(Stored items)
// ResonanceLevelFWHMNM returns the Ali–Griem resonance (self) broadening,
// FWHM in nm, that level n ≥ 2 contributes to a line at lambdaNM through
// its own Lyman resonance line n → 1 in a gas of ground-state atoms of the
// same isotope with density groundDensityM3 (m⁻³):
//
//	Δλ_R[nm] = 8.61e-28 · (g₁/g_n)^½ · λ²[nm] · λ_R[nm] · f_R · N₁[cm⁻³]
//
// with g₁ = 2, g_n = 2n², and λ_R (vacuum) and f_R = f(1→n) the
// n-averaged Lyman line of level n (NewTransition(n, 1, iso)). The
// constant 8.61e-28 is open (from memory, ±20 %, physics.md §10 item 9). It returns 0 for n = 1
// (the ground level has no resonance partner of its own) and panics for
// n outside 1…MaxLevel, a non-positive wavelength or a negative density.
//
// References:
//
//	Ali, A. W. & Griem, H. R. 1965, Phys. Rev. 140, A1044;
//	erratum 1966, Phys. Rev. 144, 366.
func ResonanceLevelFWHMNM(lambdaNM float64, n int, groundDensityM3 float64, iso Isotope) float64 {
	if !(lambdaNM > 0) || !(groundDensityM3 >= 0) {
		panic(fmt.Sprintf("diag: ResonanceLevelFWHMNM(λ=%g nm, N=%g m⁻³): need λ > 0, N ≥ 0", lambdaNM, groundDensityM3))
	}
	if n == 1 {
		return 0
	}
	res, err := NewTransition(n, 1, iso)
	if err != nil {
		panic(err)
	}
	g := math.Sqrt(float64(res.GLower) / float64(res.GUpper))
	return aliGriemConst * g * lambdaNM * lambdaNM * res.WavelengthVacNM * res.OscillatorF * groundDensityM3 * 1e-6
}

// ResonanceFWHMNM returns the resonance (self) broadening FWHM in nm of
// the line t by ground-state atoms of density groundDensityM3 (m⁻³),
// after Ali & Griem. Both levels of the line that have a Lyman resonance
// line contribute, and their Lorentzian widths add:
//
//	Δλ_R = Δλ_R(lower level) + Δλ_R(upper level)   (ResonanceLevelFWHMNM)
//
// with λ the vacuum wavelength of t. For a Balmer line the lower level
// n = 2 (Lyα, λ_R = 121.57 nm, f = 0.4162) dominates; the upper level adds
// about 11 % for Hα (Lyβ) and 3 % for Hβ (Lyγ). For a Lyman line only the
// upper level contributes. iso must be t.Isotope (it panics otherwise).
//
// The modern replacement for Hα–Hγ is the self-broadening theory of
// Barklem, Piskunov & O'Mara (2000), A&A 363, 1091, not implemented here.
// Resonance broadening matters only when the ground-state density exceeds
// about 1e22 m⁻³.
//
// References:
//
//	Ali, A. W. & Griem, H. R. 1965, Phys. Rev. 140, A1044;
//	erratum 1966, Phys. Rev. 144, 366.
func ResonanceFWHMNM(t Transition, groundDensityM3 float64, iso Isotope) float64 {
	broadCheckIsotope(t, iso, "ResonanceFWHMNM")
	return ResonanceLevelFWHMNM(t.WavelengthVacNM, t.Lower, groundDensityM3, iso) +
		ResonanceLevelFWHMNM(t.WavelengthVacNM, t.Upper, groundDensityM3, iso)
}

// vdWConst is the constant of the general van der Waals impact formula,
// cm-based cgs units as in VanDerWaalsFWHMNM. Convention (physics.md §5.4
// and §10 item 7, "convention, now explained"): 8.18e-12 is the constant of
// the literature formula behind the published simplified two-line-method
// coefficients (Griem 1964; Allard & Kielkopf 1982), and glowlog uses it.
// The Lindholm–Foley FWHM with Unsöld's C₆ = e²ᾱ⟨R²⟩a₀²/ħ gives
// vdWConstUnsold = 6.999e-12 (ratio 1.169); the analysis carries the
// difference as a systematic σ of the van der Waals width.
const vdWConst = 8.18e-12

// vdWConstUnsold is the van der Waals constant of the Lindholm–Foley FWHM
// with Unsöld's C₆ (physics.md §10 item 7, computed there).
const vdWConstUnsold = 6.999e-12

// vdWTempExponent is d ln Δλ_W / d ln T at constant pressure: N = p/(k_B T)
// contributes −1 and (T/μ)^(3/10) contributes +3/10.
const vdWTempExponent = -0.7

// MeanSquareRadiusA0 returns the l-averaged mean square radius of the
// hydrogen level n in units of a₀²:
//
//	⟨R²⟩_nl = (n²/2)(5n² + 1 − 3l(l+1))
//	⟨R²⟩_n = Σ_l (2l+1)⟨R²⟩_nl / n² = n²(7n² + 5)/4
//
// (Hα: 153 − 33 = 120; Hβ: 435; Hγ: 1092.) Choosing a particular l
// instead of the average changes van der Waals widths by up to +17 %
// (physics.md §5.4). It panics for n < 1.
func MeanSquareRadiusA0(n int) float64 {
	if n < 1 {
		panic(fmt.Sprintf("diag: MeanSquareRadiusA0(%d): need n ≥ 1", n))
	}
	f := float64(n)
	return f * f * (7*f*f + 5) / 4
}

// VanDerWaalsFWHMNM returns the van der Waals (Lorentzian) FWHM in nm of
// the line t perturbed by neutral perturber atoms or molecules at partial
// pressure pressurePa (Pa) and gas temperature gasTempK (K), by the
// general impact formula
//
//	Δλ_W[cm] = 8.18e-12 · λ²[cm] · (ᾱ ⟨R²⟩)^(2/5) · (T/μ)^(3/10) · N[cm⁻³]
//	N = p/(k_B T),   ⟨R²⟩ = ⟨R²⟩_u − ⟨R²⟩_l   (MeanSquareRadiusA0, a₀²)
//
// with ᾱ the perturber polarizability in cm³, μ the emitter–perturber
// reduced mass in u (emitter mass EmitterMassAMU(t.Isotope)) and λ the air
// wavelength of t. At constant pressure Δλ_W = C/T^0.7. The constant
// 8.18e-12 is a named convention (see vdWConst). The zero perturber
// (NoPerturber) gives 0. It panics for a negative pressure, a
// non-positive temperature or a polarizable perturber without a mass.
//
// References:
//
//	Griem, H. R. 1964, Plasma Spectroscopy (McGraw-Hill).
//	Allard, N. & Kielkopf, J. 1982, Rev. Mod. Phys. 54, 1103.
func VanDerWaalsFWHMNM(t Transition, perturber Perturber, pressurePa, gasTempK float64) float64 {
	return vanDerWaalsFWHMNM(t, perturber, EmitterMassAMU(t.Isotope), pressurePa, gasTempK)
}

// vanDerWaalsFWHMNM is VanDerWaalsFWHMNM with an explicit emitter mass.
func vanDerWaalsFWHMNM(t Transition, perturber Perturber, emitterAMU, pressurePa, gasTempK float64) float64 {
	if !(pressurePa >= 0) || !(gasTempK > 0) {
		panic(fmt.Sprintf("diag: VanDerWaalsFWHMNM(p=%g Pa, T=%g K): need p ≥ 0, T > 0", pressurePa, gasTempK))
	}
	if perturber.PolarizabilityCM3 == 0 || pressurePa == 0 {
		return 0
	}
	if !(perturber.MassAMU > 0) || !(perturber.PolarizabilityCM3 > 0) || !(emitterAMU > 0) {
		panic(fmt.Sprintf("diag: VanDerWaalsFWHMNM: perturber %q needs positive polarizability and mass", perturber.Name))
	}
	mu := emitterAMU * perturber.MassAMU / (emitterAMU + perturber.MassAMU)
	r2 := MeanSquareRadiusA0(t.Upper) - MeanSquareRadiusA0(t.Lower)
	nCM3 := pressurePa / (Boltzmann * gasTempK) * 1e-6
	lamCM := t.WavelengthAirNM * 1e-7
	w := vdWConst * lamCM * lamCM * math.Pow(perturber.PolarizabilityCM3*r2, 0.4) *
		math.Pow(gasTempK/mu, 0.3) * nCM3
	return w * 1e7
}

// Olivero–Longbothum coefficients (Olivero & Longbothum 1977).
const (
	olA = 0.5346
	olB = 0.2166
)

// VoigtFWHM returns the approximate FWHM of a Voigt profile with Gaussian
// FWHM wG and Lorentzian FWHM wL (any common unit):
//
//	w_V ≈ 0.5346 w_L + √(0.2166 w_L² + w_G²)
//
// The maximum relative error against the exact Voigt width is 2.4e-4, near
// w_L/w_G ≈ 0.29 (physics.md §5.6). It panics on a negative or NaN width.
//
// References:
//
//	Olivero, J. J. & Longbothum, R. L. 1977, J. Quant. Spectrosc. Radiat.
//	Transfer 17, 233.
func VoigtFWHM(wG, wL float64) float64 {
	if !(wG >= 0) || !(wL >= 0) {
		panic(fmt.Sprintf("diag: VoigtFWHM(%g, %g): widths must be ≥ 0", wG, wL))
	}
	return voigt.OliveroFWHM(wG, wL)
}

// ErrBelowResolution reports a measured width narrower than the Gaussian
// (instrument and Doppler) width it must contain.
var ErrBelowResolution = errors.New("diag: width below instrument/Doppler resolution")

// ErrNoStarkWidth reports a Lorentzian width that does not exceed its
// non-Stark Lorentzian budget, so the Stark width would be ≤ 0.
var ErrNoStarkWidth = errors.New("diag: no Stark width left after the non-Stark budget")

// LorentzFromVoigt returns the Lorentzian FWHM of a Voigt profile with
// FWHM wV and known Gaussian FWHM wG, inverting VoigtFWHM exactly:
//
//	w_L = [a w_V − √(b w_V² + (a² − b) w_G²)]/(a² − b)
//	    = (w_V² − w_G²)/(a w_V + √(b w_V² + (a² − b) w_G²))
//
// with a = 0.5346, b = 0.2166 (the second form is used; it has no
// cancellation). wG = wV gives 0; wG = 0 gives w_V/(a + √b). If wG > wV it
// returns an error wrapping ErrBelowResolution. It panics on a negative or
// NaN width.
//
// References:
//
//	Olivero, J. J. & Longbothum, R. L. 1977, JQSRT 17, 233 (the forward
//	formula; the inversion is its quadratic solved for w_L).
func LorentzFromVoigt(wV, wG float64) (float64, error) {
	if !(wV >= 0) || !(wG >= 0) {
		panic(fmt.Sprintf("diag: LorentzFromVoigt(%g, %g): widths must be ≥ 0", wV, wG))
	}
	if wG > wV {
		return 0, fmt.Errorf("%w: Voigt FWHM %g is narrower than Gaussian FWHM %g", ErrBelowResolution, wV, wG)
	}
	if wV == 0 {
		return 0, nil
	}
	d := olA*olA - olB
	return (wV - wG) * (wV + wG) / (olA*wV + math.Sqrt(olB*wV*wV+d*wG*wG)), nil
}

// BudgetInput holds the plain inputs of a line's broadening budget.
type BudgetInput struct {
	// Transition is the line (from NewTransition); its Isotope selects the
	// emitter for the natural and resonance widths.
	Transition Transition
	// InstrumentGaussNM and InstrumentLorentzNM are the Gaussian and
	// Lorentzian FWHM of the instrument function at this line, nm (≥ 0).
	InstrumentGaussNM, InstrumentLorentzNM float64
	// GasTempK is the gas (neutral kinetic) temperature, K (> 0). It sets
	// the Doppler and van der Waals widths.
	GasTempK float64
	// EmitterMassAMU is the emitter mass in u; 0 means
	// EmitterMassAMU(Transition.Isotope). It enters the Doppler width and
	// the van der Waals reduced mass.
	EmitterMassAMU float64
	// Perturber is the neutral perturber for van der Waals broadening;
	// the zero value (or NoPerturber) means none.
	Perturber Perturber
	// PressurePa is the perturber partial pressure, Pa (≥ 0).
	PressurePa float64
	// GroundDensityM3 is the ground-state density of the emitting
	// isotope, m⁻³ (≥ 0), for resonance broadening.
	GroundDensityM3 float64
}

§ **Exercise aim**:
Give the count of lines in the records that contain "vdWTempExponent", and no other text.

§ **Exercise output**:
2